I haven't really taken that from the replies. I think posters (including me) are saying if you know in advance someone is coming, it's nice to lay something in. If you drop by unannounced, I'd be able to scrounge something up, but what it was would be more hit and miss. We're not huge sweet eaters, so I do try to make cookie dough and pre-portioned balls in the freezer as we're otherwise unlikely to have biscuits around.

OtterLovesItsRock · Yesterday 19:55

Allseeingallknowing · Yesterday 19:51

Strange!

I don't know where else the Anti Snack Pregnancy Punishers on this thread get their ideas from about what is nice or normal por needed...

darksideofthetoon · Yesterday 19:56

OtterLovesItsRock · Yesterday 19:22

What life form are you? I cannot vouch for much beyond the last 15 years, let alone most of the history of our time on the planet.

To be fair, I am a zorgolite but there is plenty of history and evidence to support that humans didn’t snack. Food was scarce so they ate in big bursts, the opposite of snacking which just keeps you hungry due to blood sugar crashes.

Snacking is big business for processed food companies and the ritual of cake, biscuits etc. is wonderful marketing for them. And it’s bloody addictive.

Anarchy99 · Yesterday 19:57

OtterLovesItsRock · Yesterday 19:55

I don't know where else the Anti Snack Pregnancy Punishers on this thread get their ideas from about what is nice or normal por needed...

Or where the ‘anticipate the desires of a pregnant woman because she hasn’t bothered anticipating them herself’ people get their ideas.

user4903456342 · Yesterday 19:58

darksideofthetoon · Yesterday 19:50

Being pregnant is a perfectly normal healthy biological process. It doesn’t mean one has to gorge on snacks.

You missed my point: it’s the so-called etiquette that’s the problem. Much like people used to smoke a fag after sex or on planes. Take a step back and look at the lunacy.

Eating something is 'gorging'? Have a snack, while pregnant or not, is equivalent to smoking? On a plane? I think you might be the one who needs to step back.

OtterLovesItsRock · Yesterday 19:58

darksideofthetoon · Yesterday 19:56

To be fair, I am a zorgolite but there is plenty of history and evidence to support that humans didn’t snack. Food was scarce so they ate in big bursts, the opposite of snacking which just keeps you hungry due to blood sugar crashes.

Snacking is big business for processed food companies and the ritual of cake, biscuits etc. is wonderful marketing for them.
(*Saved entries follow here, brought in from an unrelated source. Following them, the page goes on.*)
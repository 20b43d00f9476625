import { requirePermission } from '#lib/server/identity/require.ts';
import type { PageServerLoad } from './$types';

export const load: PageServerLoad = ({ locals, params }) => {
	requirePermission(locals, params.site, 'sources:edit');
	return { title: 'Add a source' };
};
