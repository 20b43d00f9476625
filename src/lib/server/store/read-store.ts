// Edge: store page. May touch: store finders, retention rules, the database volume's free bytes.
import { statfs } from 'node:fs/promises';
import { forecastStore, type StoreForecast, type StoreKind } from '#lib/domain/store-forecast.ts';
import type { Retention } from '#lib/domain/retention.ts';
import { readConfig } from '#lib/server/config.ts';
import type { Pool } from '#lib/server/db/pool.ts';
import { findStoreSize, type StoreKindName, type StoreSize } from '#lib/pipeline/store/find-store-size.ts';
import { readRetention } from '#lib/pipeline/store/retention.ts';

const DAY_MS = 86_400_000;
/** Of a packed reading before one was packed here; what the demo's signals take. */
const USUAL_BYTES = 10;

export interface KindLine {
	kind: StoreKindName;
	bytes: number;
	/** Null for what has no retention. */
	keepDays: number | null;
	heldDays: number | null;
	bytesPerDay: number | null;
}

export interface RuleLine {
	id: number;
	site: string | null;
	quantity: string | null;
	rawDays: number;
	tags: number;
}

export interface StoreReport {
	at: number;
	bytes: number;
	freeBytes: number | null;
	kinds: KindLine[];
	forecast: StoreForecast;
	readingsPerDay: number | null;
	bytesPerRow: number | null;
	bytesPerPacked: number | null;
	oldestDay: string | null;
	newestDay: string | null;
	/** Days that are old enough and still rows. */
	daysDue: number;
	size: StoreSize;
	retention: Retention;
	rules: RuleLine[];
}

/** Everything that the administrator's page of the store shows. */
export async function readStore(pool: Pool, now: number): Promise<StoreReport> {
	const [size, retention, rules, freeBytes] = await Promise.all([
		findStoreSize(pool),
		readRetention(pool),
		listRules(pool),
		findFreeBytes(),
	]);
	const today = new Date(now).toISOString().slice(0, 10);
	const recent = recentDays(size, today);
	const readingsPerDay = recent.length === 0 ? null : recent.reduce((sum, n) => sum + n, 0) / recent.length;
	const inRows = size.rowDays.reduce((sum, one) => sum + one.readings, 0);
	const bytesPerRow = inRows >= 1_000 ? size.bytes.rows / inRows : null;
	const packed = size.packedDays.slice(0, 14);
	const inBlocks = packed.reduce((sum, one) => sum + one.readings, 0);
	const bytesPerPacked = inBlocks >= 1_000 ? packed.reduce((sum, one) => sum + one.bytes, 0) / inBlocks : null;

	const oldestDay = oldestOf(size);
	// A month's or week's table may begin before its first row.
	const held = (kind: keyof StoreSize['since']) => {
		const since = size.since[kind];
		const begin = Math.max(since ?? 0, kind === 'journal' || oldestDay === null ? 0 : Date.parse(oldestDay));
		return since === null ? 0 : Math.max(0, (now - begin) / DAY_MS);
	};
	const perDay = (kind: 'minute' | 'hour' | 'journal', most: number) =>
		held(kind) < 0.25 ? 0 : size.bytes[kind] / Math.min(held(kind), most);
	const packedHeld = size.packedDays.length === 0 ? 0 : held('blocks') - (now - (size.packing.packedUntil ?? now)) / DAY_MS;
	const growing: Record<Exclude<StoreKindName, 'rest'>, StoreKind> = {
		rows: {
			bytes: size.bytes.rows,
			bytesPerDay: (readingsPerDay ?? 0) * (bytesPerRow ?? 0),
			keepDays: retention.rowDays,
			heldDays: Math.min(held('rows'), retention.rowDays),
		},
		blocks: {
			bytes: size.bytes.blocks,
			bytesPerDay: (readingsPerDay ?? 0) * (bytesPerPacked ?? USUAL_BYTES),
			keepDays: Math.max(0, retention.rawDays - retention.rowDays),
			heldDays: Math.max(0, packedHeld),
			waitDays: Math.max(0, retention.rowDays - held('rows')),
		},
		minute: {
			bytes: size.bytes.minute,
			bytesPerDay: perDay('minute', retention.minuteDays),
			keepDays: retention.minuteDays,
			heldDays: held('minute'),
		},
		hour: {
			bytes: size.bytes.hour,
			bytesPerDay: perDay('hour', retention.hourDays),
			keepDays: retention.hourDays,
			heldDays: held('hour'),
		},
		journal: {
			bytes: size.bytes.journal,
			bytesPerDay: perDay('journal', retention.journalDays),
			keepDays: retention.journalDays,
			heldDays: held('journal'),
		},
	};
	const rowEdge = new Date(now - retention.rowDays * DAY_MS).toISOString().slice(0, 10);
	return {
		at: now,
		bytes: Object.values(size.bytes).reduce((sum, bytes) => sum + bytes, 0),
		freeBytes,
		kinds: [
			...Object.entries(growing).map(([kind, { bytes, keepDays, heldDays, bytesPerDay }]) => ({
				kind: kind as StoreKindName,
				bytes,
				keepDays,
				heldDays,
				bytesPerDay,
			})),
			{ kind: 'rest', bytes: size.bytes.rest, keepDays: null, heldDays: null, bytesPerDay: null },
		],
		forecast: forecastStore(Object.values(growing), size.bytes.rest, freeBytes),
		readingsPerDay,
		bytesPerRow,
		bytesPerPacked,
		oldestDay,
		newestDay: size.rowDays.at(-1)?.day ?? size.packedDays[0]?.day ?? null,
		daysDue: size.rowDays.filter(({ day }) => day < rowEdge).length,
		size,
		retention,
		rules,
	};
}

/** Readings of up to seven whole days before today. */
function recentDays(size: StoreSize, today: string): number[] {
	const all = new Map([...size.packedDays].map(({ day, readings }) => [day, readings]));
	for (const { day, readings } of size.rowDays) if (day < today) all.set(day, readings);
	// The first day is mostly a part of one, so it counts only where there is no other.
	const days = [...all].sort(([a], [b]) => b.localeCompare(a)).slice(0, 7);
	return (days.length > 1 && all.size === days.length ? days.slice(0, -1) : days).map(([, readings]) => readings);
}

function oldestOf(size: StoreSize): string | null {
	const firstRow = size.rowDays[0]?.day ?? null;
	if (size.since.blocks === null) return firstRow;
	const kept = size.packedDays
		.filter(({ day, readings }) => readings > 0 && Date.parse(day) >= (size.since.blocks ?? 0))
		.at(-1)?.day;
	return kept ?? new Date(size.since.blocks).toISOString().slice(0, 10);
}

async function listRules(pool: Pool): Promise<RuleLine[]> {
	const found = await pool.query<{ id: number; site: string | null; quantity: string | null; raw_days: number; tags: number }>(
		`SELECT r.id, s.name AS site, r.quantity, r.raw_days, (SELECT count(*) FROM tag_retention t WHERE t.retention_group = r.id) AS tags
		 FROM retention_rules r LEFT JOIN sites s ON s.id = r.site_id ORDER BY s.name NULLS LAST, r.quantity NULLS FIRST`,
	);
	return found.rows.map((row) => ({ id: row.id, site: row.site, quantity: row.quantity, rawDays: row.raw_days, tags: row.tags }));
}

/** Free bytes of the volume that PostgreSQL writes to; null where the database is another's. */
async function findFreeBytes(): Promise<number | null> {
	const { databaseFolder } = readConfig();
	if (!databaseFolder) return null;
	try {
		const volume = await statfs(databaseFolder);
		return volume.bavail * volume.bsize;
	} catch {
		return null;
	}
}
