// Edge: store page. May touch: settings, retention rules, packing state; audit.
import { eq, sql } from 'drizzle-orm';
import { ok, refuse, type Outcome } from '#lib/domain/outcome.ts';
import { faultOfRetention, type Retention } from '#lib/domain/retention.ts';
import { recordAudit, type AuditActor } from '#lib/server/audit/record.ts';
import type { Db, Pool } from '#lib/server/db/pool.ts';
import { settings, sites } from '#lib/server/db/schema/site.ts';
import { packingState, retentionRules } from '#lib/server/db/schema/store.ts';
import { inTransaction } from '#lib/server/db/transaction.ts';
import { readRetention, RETENTION_KEY } from '#lib/pipeline/store/retention.ts';

interface By {
	actor: AuditActor;
	ip: string | null;
}

/** Sets how long each kind of data is kept. Refusal: 'contradiction', with the member and why. */
export async function saveRetention(pool: Pool, retention: Retention, by: By): Promise<Outcome<Retention, 'contradiction'>> {
	const fault = faultOfRetention(retention);
	if (fault) return refuse('contradiction', `${fault.field} ${fault.message}`);
	return inTransaction(pool, async (db, client) => {
		const before = await readRetention(client);
		await db
			.insert(settings)
			.values({ key: RETENTION_KEY, value: retention })
			.onConflictDoUpdate({ target: settings.key, set: { value: retention, updatedAt: sql`now()` } });
		await record(db, by, { action: 'retention.changed', name: 'the installation', before, after: retention });
		return ok(retention);
	});
}

/** What a rule is for, in words. */
function nameOf(site: string | null, quantity: string | null): string {
	return [quantity ?? 'everything', site ? `at ${site}` : 'everywhere'].join(' ');
}

/** Keeps raw readings of a site, a quantity or both for `rawDays`. Refusals: 'site-unknown', 'rule-taken', 'rule-empty'. */
export async function addRule(
	pool: Pool,
	rule: { siteId: number | null; quantity: string | null; rawDays: number },
	by: By,
): Promise<Outcome<number, 'site-unknown' | 'rule-taken' | 'rule-empty'>> {
	if (rule.siteId === null && rule.quantity === null) return refuse('rule-empty');
	return inTransaction(pool, async (db) => {
		const [site] = rule.siteId === null ? [] : await db.select().from(sites).where(eq(sites.id, rule.siteId));
		if (rule.siteId !== null && !site) return refuse('site-unknown');
		const [added] = await db.insert(retentionRules).values(rule).onConflictDoNothing().returning();
		if (!added) return refuse('rule-taken');
		await mustRegroup(db);
		await record(db, by, {
			action: 'retention-rule.added',
			name: nameOf(site?.name ?? null, rule.quantity),
			before: null,
			after: { raw_days: rule.rawDays },
		});
		return ok(added.id);
	});
}

/**
 * Takes a rule away; its tags follow the next wider rule, and their blocks move there.
 * Refusals: 'rule-unknown'; 'would-drop' where it kept longer than the default and `mayDrop` does not allow it.
 */
export async function removeRule(
	pool: Pool,
	id: number,
	by: By & { mayDrop: boolean },
): Promise<Outcome<null, 'rule-unknown' | 'would-drop'>> {
	return inTransaction(pool, async (db, client) => {
		const [removed] = await db.select().from(retentionRules).where(eq(retentionRules.id, id)).for('update');
		if (!removed) return refuse('rule-unknown');
		if (!by.mayDrop && removed.rawDays > (await readRetention(client)).rawDays) return refuse('would-drop');
		await db.delete(retentionRules).where(eq(retentionRules.id, id));
		const [site] = removed.siteId === null ? [] : await db.select().from(sites).where(eq(sites.id, removed.siteId));
		await mustRegroup(db);
		await record(db, by, {
			action: 'retention-rule.removed',
			name: nameOf(site?.name ?? null, removed.quantity),
			before: { raw_days: removed.rawDays },
			after: null,
		});
		return ok(null);
	});
}

/** In the change's own transaction: packing looks at the rules again under this row's lock. */
async function mustRegroup(db: Db): Promise<void> {
	await db.update(packingState).set({ mustRegroup: true });
}

async function record(db: Db, by: By, entry: { action: string; name: string; before: unknown; after: unknown }): Promise<void> {
	await recordAudit(db, {
		siteId: null,
		actor: by.actor,
		ip: by.ip,
		action: entry.action,
		subjectKind: 'retention',
		subjectName: entry.name,
		before: entry.before,
		after: entry.after,
	});
}
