// Pure.
import type { SourceInput } from '#lib/domain/source-settings.ts';
import { modbusSettings, mqttSettings, opcuaSettings } from '#lib/domain/source-settings.ts';
import type { MapRow } from '#lib/domain/tag-map/row.ts';
import { topicOf } from '../mqtt/topic.ts';
import { MACHINES, POINTS, SITES } from '../scenario/layout.ts';
import type { Gateway, Machine, Point, Signal, Site, SiteSlug } from '../scenario/parts.ts';
import { SIGNALS } from '../scenario/sensors.ts';
import { nodeIdOf, REGISTER_PLACES } from './addresses.ts';

export interface DemoSite extends Site {
	machines: readonly Machine[];
	points: readonly Point[];
}

export function demoSites(): DemoSite[] {
	return SITES.map((site) => ({
		...site,
		machines: MACHINES.filter((machine) => machine.site === site.slug),
		points: POINTS.filter((point) => point.site === site.slug),
	}));
}

const SOURCE_NAMES: Partial<Record<Gateway, string>> = {
	a: 'Wireless gateway A',
	b: 'Wireless gateway B',
	broker: 'Pump-hall broker',
	rtu: 'Boiler house line',
};

export interface DemoPorts {
	opcua: number;
	modbus: number;
	rtu: number;
	mqtt: number;
}

/** Sources of both sites. */
export function demoSources(ports: DemoPorts): { site: SiteSlug; source: SourceInput }[] {
	const common = { enabled: true, contact: 'call: electrical duty, ext. 402' };
	return [
		{
			site: 'saltmere',
			source: {
				...common,
				name: 'Wireless gateway A',
				kind: 'opcua',
				notes: 'Panel P2, drawing E-112; 21 sensors, each measures every minute',
				settings: opcuaSettings.parse({ endpoint_url: `opc.tcp://127.0.0.1:${ports.opcua}` }),
			},
		},
		{
			site: 'saltmere',
			source: {
				...common,
				name: 'Wireless gateway B',
				kind: 'modbus',
				notes: 'Panel P4, drawing E-114; sensors measure every ten minutes',
				settings: modbusSettings.parse({ host: '127.0.0.1', port: ports.modbus }),
			},
		},
		{
			site: 'saltmere',
			source: {
				...common,
				name: 'Pump-hall broker',
				kind: 'mqtt',
				notes: 'Wired process values, every 5 s',
				settings: mqttSettings.parse({ url: `mqtt://127.0.0.1:${ports.mqtt}` }),
			},
		},
		{
			site: 'corran',
			source: {
				...common,
				name: 'Boiler house line',
				kind: 'modbus',
				notes: 'Serial line behind a converter',
				settings: modbusSettings.parse({ transport: 'rtu-over-tcp', host: '127.0.0.1', port: ports.rtu }),
			},
		},
	];
}

/** Signals of a site that a demo source brings. */
export function demoSignals(site: SiteSlug): Signal[] {
	return SIGNALS.filter((signal) => signal.site === site && SOURCE_NAMES[signal.gateway] !== undefined);
}

/** The tag map of a site. */
export function demoRows(site: SiteSlug): MapRow[] {
	return demoSignals(site).map((signal) => ({
		tag: signal.path,
		description: signal.title,
		area: signal.area,
		machine: signal.machine,
		point: signal.point,
		axis: signal.axis,
		quantity: signal.quantity,
		source: SOURCE_NAMES[signal.gateway] ?? null,
		...unitsOf(signal),
		...bandOf(signal),
		...timesOf(signal),
		...addressOf(signal),
	}));
}

/** Velocities are kept in mm/s rms, whatever the gateway counts in. */
function unitsOf(signal: Signal): Partial<MapRow> {
	const counted = { scale: signal.scale === 1 ? null : signal.scale };
	if (signal.unit === '[in_i]/s') {
		return {
			...counted,
			raw_unit: signal.unit,
			raw_detector: signal.detector,
			unit: 'mm/s',
			detector: 'rms',
			low_range: 0,
			high_range: 50,
		};
	}
	return {
		...counted,
		unit: signal.unit,
		detector: signal.detector,
		low_range: signal.low,
		high_range: signal.high,
		...(signal.trait === 'valid' ? { states: '0=invalid;1=valid' } : {}),
		...(signal.trait === 'trap-state' ? { states: '0=good;1=blowing through;2=cold' } : {}),
	};
}

function bandOf(signal: Signal): Partial<MapRow> {
	return signal.trait === 'velocity' ? { band_low_hz: 10, band_high_hz: 1_000 } : {};
}

function timesOf(signal: Signal): Partial<MapRow> {
	const seconds = signal.periodMs / 1_000;
	const every = { expected_every_s: seconds, stale_after_s: seconds * 3 };
	switch (signal.gateway) {
		case 'a':
			return { ...every, interval_ms: 1_000 };
		case 'b':
			return signal.trait === 'age' || signal.trait === 'valid'
				? { interval_ms: 10_000 }
				: {
						...every,
						interval_ms: 10_000,
						age_tag: `${signal.sensor ?? ''}.AGE`,
						valid_tag: `${signal.sensor ?? ''}.VALID`,
						valid_when: '=1',
					};
		case 'rtu':
			return { ...every, interval_ms: 10_000 };
		default:
			return { interval_ms: signal.periodMs, deadband: 0 };
	}
}

function addressOf(signal: Signal): Partial<MapRow> {
	switch (signal.gateway) {
		case 'a':
			return { node_id: nodeIdOf(signal) };
		case 'broker':
			return { topic: topicOf(signal), value_pointer: '/value', time_pointer: '/time', time_format: 'rfc3339' };
		default:
			return REGISTER_PLACES.get(signal.path) ?? {};
	}
}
And it’s bloody addictive.

Otters have a high metabolic rate 🦦

WhyCantISayFork · Yesterday 19:58

While I agree it’s bad manners not to have some snacks and offer more drinks for a visitor that has been invited to spend the afternoon, I am a bit confused why you’re saying “there will be no next time” and “we didn’t want to offend them if they saw us in the pub later on” - why do you care if they’re offended if you’re never planning on seeing them again?

Also, it is weird to steal crackers rather than ask for something to eat. I probably would have said “God, I’m starving. Being pregnant has made me so much hungrier” and if nothing was forthcoming then made my excuses and left rather than steal some old crackers.